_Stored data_
= = = =

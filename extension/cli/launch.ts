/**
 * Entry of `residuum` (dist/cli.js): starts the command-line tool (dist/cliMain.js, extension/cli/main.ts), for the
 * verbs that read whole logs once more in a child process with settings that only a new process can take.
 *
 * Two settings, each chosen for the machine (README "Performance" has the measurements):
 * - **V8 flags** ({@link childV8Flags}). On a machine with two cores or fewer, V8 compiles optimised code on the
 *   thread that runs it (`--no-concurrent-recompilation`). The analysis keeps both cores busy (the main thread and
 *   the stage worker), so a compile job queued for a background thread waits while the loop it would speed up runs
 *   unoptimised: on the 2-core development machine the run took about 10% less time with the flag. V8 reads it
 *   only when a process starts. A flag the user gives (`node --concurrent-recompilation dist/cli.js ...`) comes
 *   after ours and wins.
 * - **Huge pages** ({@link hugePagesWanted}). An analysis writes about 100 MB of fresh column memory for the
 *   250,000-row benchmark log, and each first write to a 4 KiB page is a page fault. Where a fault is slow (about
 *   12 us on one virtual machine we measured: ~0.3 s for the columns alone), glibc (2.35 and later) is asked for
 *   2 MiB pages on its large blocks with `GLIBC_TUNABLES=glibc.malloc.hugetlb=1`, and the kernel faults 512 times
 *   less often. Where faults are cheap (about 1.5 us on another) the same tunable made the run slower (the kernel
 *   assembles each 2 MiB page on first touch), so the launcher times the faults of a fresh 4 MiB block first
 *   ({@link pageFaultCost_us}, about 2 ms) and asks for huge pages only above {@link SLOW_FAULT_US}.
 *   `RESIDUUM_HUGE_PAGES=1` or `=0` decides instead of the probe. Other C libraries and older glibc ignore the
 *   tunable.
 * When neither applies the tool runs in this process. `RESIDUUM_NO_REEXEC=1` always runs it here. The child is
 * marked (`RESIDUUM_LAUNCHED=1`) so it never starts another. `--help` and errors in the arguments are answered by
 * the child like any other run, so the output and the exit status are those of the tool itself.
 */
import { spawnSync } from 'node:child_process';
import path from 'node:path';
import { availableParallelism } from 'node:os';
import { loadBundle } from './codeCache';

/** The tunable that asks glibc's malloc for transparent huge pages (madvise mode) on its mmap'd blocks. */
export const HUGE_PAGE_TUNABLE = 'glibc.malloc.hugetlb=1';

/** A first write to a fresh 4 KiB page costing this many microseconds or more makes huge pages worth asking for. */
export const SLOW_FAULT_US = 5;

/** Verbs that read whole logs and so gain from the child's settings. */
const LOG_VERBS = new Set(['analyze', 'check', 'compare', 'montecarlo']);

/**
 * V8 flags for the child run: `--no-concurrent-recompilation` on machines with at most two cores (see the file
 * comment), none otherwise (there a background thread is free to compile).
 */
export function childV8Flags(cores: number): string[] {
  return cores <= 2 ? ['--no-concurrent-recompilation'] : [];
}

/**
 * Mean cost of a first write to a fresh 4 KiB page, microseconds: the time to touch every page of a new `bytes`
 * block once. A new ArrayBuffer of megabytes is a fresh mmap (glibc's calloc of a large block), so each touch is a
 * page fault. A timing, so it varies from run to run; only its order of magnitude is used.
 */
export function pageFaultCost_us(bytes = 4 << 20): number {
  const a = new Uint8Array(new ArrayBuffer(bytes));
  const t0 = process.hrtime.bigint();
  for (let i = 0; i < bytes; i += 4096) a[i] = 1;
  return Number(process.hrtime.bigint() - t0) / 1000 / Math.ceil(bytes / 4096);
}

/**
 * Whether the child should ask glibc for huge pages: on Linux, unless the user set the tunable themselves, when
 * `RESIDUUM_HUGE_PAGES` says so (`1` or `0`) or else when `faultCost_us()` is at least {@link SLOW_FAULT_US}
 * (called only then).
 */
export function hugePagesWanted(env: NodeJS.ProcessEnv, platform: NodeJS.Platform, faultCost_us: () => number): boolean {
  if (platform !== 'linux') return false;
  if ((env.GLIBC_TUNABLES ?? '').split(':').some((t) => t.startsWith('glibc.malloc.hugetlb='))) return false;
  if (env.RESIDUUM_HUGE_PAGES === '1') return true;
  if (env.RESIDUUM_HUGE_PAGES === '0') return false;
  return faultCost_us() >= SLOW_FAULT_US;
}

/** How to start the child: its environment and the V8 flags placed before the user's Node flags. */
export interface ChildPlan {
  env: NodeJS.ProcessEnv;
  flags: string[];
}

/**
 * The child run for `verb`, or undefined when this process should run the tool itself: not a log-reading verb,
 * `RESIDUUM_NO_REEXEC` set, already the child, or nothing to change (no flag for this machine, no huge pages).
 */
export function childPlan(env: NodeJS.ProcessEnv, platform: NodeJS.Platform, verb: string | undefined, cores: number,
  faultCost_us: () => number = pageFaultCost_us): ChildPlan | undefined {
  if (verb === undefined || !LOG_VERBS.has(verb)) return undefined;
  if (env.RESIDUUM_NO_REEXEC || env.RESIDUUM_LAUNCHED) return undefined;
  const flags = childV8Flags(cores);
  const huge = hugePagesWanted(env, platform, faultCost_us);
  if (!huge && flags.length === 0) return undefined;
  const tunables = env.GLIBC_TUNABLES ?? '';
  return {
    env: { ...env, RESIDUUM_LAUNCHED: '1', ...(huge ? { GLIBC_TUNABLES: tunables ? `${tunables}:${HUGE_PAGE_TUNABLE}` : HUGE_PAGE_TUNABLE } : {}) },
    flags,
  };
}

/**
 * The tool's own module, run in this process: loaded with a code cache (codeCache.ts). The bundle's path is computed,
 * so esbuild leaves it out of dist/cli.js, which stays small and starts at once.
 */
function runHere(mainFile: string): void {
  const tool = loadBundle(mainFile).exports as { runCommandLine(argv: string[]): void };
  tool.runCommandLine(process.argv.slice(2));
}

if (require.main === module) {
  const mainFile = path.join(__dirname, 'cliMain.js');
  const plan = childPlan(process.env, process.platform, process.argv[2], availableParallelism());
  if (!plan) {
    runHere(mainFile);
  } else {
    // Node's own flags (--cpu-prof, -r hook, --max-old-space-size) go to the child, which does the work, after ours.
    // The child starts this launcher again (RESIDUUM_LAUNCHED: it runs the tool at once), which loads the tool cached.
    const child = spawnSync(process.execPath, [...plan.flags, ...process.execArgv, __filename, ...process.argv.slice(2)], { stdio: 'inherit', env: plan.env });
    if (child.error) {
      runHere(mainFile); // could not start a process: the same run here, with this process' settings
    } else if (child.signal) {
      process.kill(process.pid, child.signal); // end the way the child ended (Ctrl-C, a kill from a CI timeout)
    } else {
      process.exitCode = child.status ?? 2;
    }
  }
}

= = = =

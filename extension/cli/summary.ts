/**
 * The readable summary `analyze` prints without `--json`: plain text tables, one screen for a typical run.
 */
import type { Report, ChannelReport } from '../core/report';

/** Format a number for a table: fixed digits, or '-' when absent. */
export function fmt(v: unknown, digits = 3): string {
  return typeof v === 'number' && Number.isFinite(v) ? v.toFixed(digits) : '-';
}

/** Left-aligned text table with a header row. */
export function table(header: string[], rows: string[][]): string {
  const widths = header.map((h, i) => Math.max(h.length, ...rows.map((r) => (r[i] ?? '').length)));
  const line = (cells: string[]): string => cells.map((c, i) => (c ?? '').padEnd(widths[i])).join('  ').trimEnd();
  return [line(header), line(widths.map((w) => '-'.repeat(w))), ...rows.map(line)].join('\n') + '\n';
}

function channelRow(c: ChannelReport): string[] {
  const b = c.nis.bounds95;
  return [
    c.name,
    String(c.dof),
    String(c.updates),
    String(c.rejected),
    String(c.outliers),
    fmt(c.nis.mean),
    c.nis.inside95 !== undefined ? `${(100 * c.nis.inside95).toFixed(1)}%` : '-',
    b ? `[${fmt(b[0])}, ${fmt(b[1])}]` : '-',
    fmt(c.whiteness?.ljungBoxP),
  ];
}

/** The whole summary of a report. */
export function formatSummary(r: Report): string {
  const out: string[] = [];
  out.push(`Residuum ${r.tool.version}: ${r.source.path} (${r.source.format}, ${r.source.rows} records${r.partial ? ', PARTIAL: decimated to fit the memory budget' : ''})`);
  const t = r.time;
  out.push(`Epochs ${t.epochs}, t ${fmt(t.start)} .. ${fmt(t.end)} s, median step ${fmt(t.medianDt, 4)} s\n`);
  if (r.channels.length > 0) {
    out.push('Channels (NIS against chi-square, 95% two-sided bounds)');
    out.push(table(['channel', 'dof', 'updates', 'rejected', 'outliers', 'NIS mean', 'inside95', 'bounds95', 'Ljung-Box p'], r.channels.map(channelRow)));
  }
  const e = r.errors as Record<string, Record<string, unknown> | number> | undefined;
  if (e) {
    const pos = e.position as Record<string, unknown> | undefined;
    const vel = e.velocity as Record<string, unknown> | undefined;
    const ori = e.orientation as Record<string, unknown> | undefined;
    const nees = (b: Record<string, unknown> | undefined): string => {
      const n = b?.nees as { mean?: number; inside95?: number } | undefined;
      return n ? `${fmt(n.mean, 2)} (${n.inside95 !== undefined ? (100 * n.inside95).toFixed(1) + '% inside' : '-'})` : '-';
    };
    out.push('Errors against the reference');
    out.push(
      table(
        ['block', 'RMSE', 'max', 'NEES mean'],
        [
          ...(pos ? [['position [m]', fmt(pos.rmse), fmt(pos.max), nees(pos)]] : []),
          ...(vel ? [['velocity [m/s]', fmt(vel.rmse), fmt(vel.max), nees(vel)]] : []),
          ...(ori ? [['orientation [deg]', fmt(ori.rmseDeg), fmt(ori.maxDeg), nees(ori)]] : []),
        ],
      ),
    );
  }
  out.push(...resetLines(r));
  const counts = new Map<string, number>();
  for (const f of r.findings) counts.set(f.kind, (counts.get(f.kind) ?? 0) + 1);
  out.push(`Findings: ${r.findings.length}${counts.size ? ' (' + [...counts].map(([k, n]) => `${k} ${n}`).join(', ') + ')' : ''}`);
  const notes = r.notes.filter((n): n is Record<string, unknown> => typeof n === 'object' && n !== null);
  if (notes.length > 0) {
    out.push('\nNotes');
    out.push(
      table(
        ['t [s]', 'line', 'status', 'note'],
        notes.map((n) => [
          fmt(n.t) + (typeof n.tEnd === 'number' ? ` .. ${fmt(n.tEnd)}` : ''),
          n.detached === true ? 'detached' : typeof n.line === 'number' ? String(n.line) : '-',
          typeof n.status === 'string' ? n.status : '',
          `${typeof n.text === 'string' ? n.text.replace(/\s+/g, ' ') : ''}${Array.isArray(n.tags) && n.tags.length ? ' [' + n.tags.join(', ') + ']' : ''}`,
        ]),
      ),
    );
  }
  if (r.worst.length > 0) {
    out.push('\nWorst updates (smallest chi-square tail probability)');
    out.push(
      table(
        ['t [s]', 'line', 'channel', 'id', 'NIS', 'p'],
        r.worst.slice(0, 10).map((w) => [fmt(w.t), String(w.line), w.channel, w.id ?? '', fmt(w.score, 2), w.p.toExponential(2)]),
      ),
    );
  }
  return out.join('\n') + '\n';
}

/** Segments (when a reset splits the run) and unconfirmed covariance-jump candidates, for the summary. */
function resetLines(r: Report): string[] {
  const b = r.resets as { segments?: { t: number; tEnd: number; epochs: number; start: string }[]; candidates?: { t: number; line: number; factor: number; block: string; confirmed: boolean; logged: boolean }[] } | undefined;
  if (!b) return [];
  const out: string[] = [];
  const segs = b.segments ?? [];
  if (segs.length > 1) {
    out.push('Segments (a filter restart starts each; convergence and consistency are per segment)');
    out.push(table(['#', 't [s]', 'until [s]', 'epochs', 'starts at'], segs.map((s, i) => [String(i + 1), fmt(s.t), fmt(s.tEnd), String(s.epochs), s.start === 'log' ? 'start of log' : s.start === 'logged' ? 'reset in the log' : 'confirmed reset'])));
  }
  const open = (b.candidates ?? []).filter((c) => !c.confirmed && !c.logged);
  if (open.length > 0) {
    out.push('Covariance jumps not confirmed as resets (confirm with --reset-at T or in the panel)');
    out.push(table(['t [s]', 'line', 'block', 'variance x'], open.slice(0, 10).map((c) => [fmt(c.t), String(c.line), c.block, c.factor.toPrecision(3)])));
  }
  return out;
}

= = = =

_Your goal_
What lines of the data include the word "signal"? Copy each of them.

_Solution for this task_
    } else if (child.signal) {
      process.kill(process.pid, child.signal); // end the way the child ended (Ctrl-C, a kill from a CI timeout)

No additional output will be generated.